[WORK TASK]: Line by line, give the data again exactly as it appears.
START DATA FOR PROCESSING
import type { APIRoute } from 'astro';
import { z } from 'zod';
import { requireRole } from '../../../../lib/server/guard.ts';
import { readJson, readQuery } from '../../../../lib/server/http.ts';
import { assignWindow, listAssignments } from '../../../../lib/server/services/windows.ts';
import { pgPool } from '../../../../lib/server/db.ts';
import { WindowAssignSchema } from '../../../../lib/shared/windows.ts';
import { operation } from '../../../../lib/server/api-operation.ts';
import { AssignedWindowSchema, AssignmentListSchema } from '../../../../lib/shared/api/windows.ts';

const Query = z.object({ assetId: z.coerce.number().int().positive().optional() });

export const contract = {
  GET: operation({
    summary: 'Which window each line/oven ran when',
    tag: 'windows',
    action: 'view',
    query: Query,
    responses: { 200: AssignmentListSchema },
  }),
  POST: operation({
    summary: 'Assign a window to a line/oven from a time',
    tag: 'windows',
    action: 'window.edit',
    body: WindowAssignSchema,
    responses: { 201: AssignedWindowSchema },
  }),
};

/** Assignment history (which window each line/oven ran when), newest first. */
export const GET: APIRoute = async ({ locals, url }) => {
  requireRole(locals, contract.GET.action);
  const { assetId } = readQuery(url, contract.GET.query);
  return Response.json(await listAssignments(pgPool(), assetId));
};

/** Assign an approved window to a line/oven from a time on (engineer; audited). */
export const POST: APIRoute = async ({ locals, request, clientAddress }) => {
  const user = requireRole(locals, contract.POST.action);
  const input = await readJson(request, contract.POST.body);
  return Response.json(await assignWindow(user, input, clientAddress), { status: 201 });
};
END DATA FOR PROCESSING
[SOLUTION TO THIS PROBLEM]:
import type { APIRoute } from 'astro';
import { z } from 'zod';
import { requireRole } from '../../../../lib/server/guard.ts';
import { readJson, readQuery } from '../../../../lib/server/http.ts';
import { assignWindow, listAssignments } from '../../../../lib/server/services/windows.ts';
import { pgPool } from '../../../../lib/server/db.ts';
import { WindowAssignSchema } from '../../../../lib/shared/windows.ts';
import { operation } from '../../../../lib/server/api-operation.ts';
import { AssignedWindowSchema, AssignmentListSchema } from '../../../../lib/shared/api/windows.ts';

const Query = z.object({ assetId: z.coerce.number().int().positive().optional() });

export const contract = {
  GET: operation({
    summary: 'Which window each line/oven ran when',
    tag: 'windows',
    action: 'view',
    query: Query,
    responses: { 200: AssignmentListSchema },
  }),
  POST: operation({
    summary: 'Assign a window to a line/oven from a time',
    tag: 'windows',
    action: 'window.edit',
    body: WindowAssignSchema,
    responses: { 201: AssignedWindowSchema },
  }),
};

/** Assignment history (which window each line/oven ran when), newest first. */
export const GET: APIRoute = async ({ locals, url }) => {
  requireRole(locals, contract.GET.action);
  const { assetId } = readQuery(url, contract.GET.query);
  return Response.json(await listAssignments(pgPool(), assetId));
};

/** Assign an approved window to a line/oven from a time on (engineer; audited). */
export const POST: APIRoute = async ({ locals, request, clientAddress }) => {
  const user = requireRole(locals, contract.POST.action);
  const input = await readJson(request, contract.POST.body);
  return Response.json(await assignWindow(user, input, clientAddress), { status: 201 });
};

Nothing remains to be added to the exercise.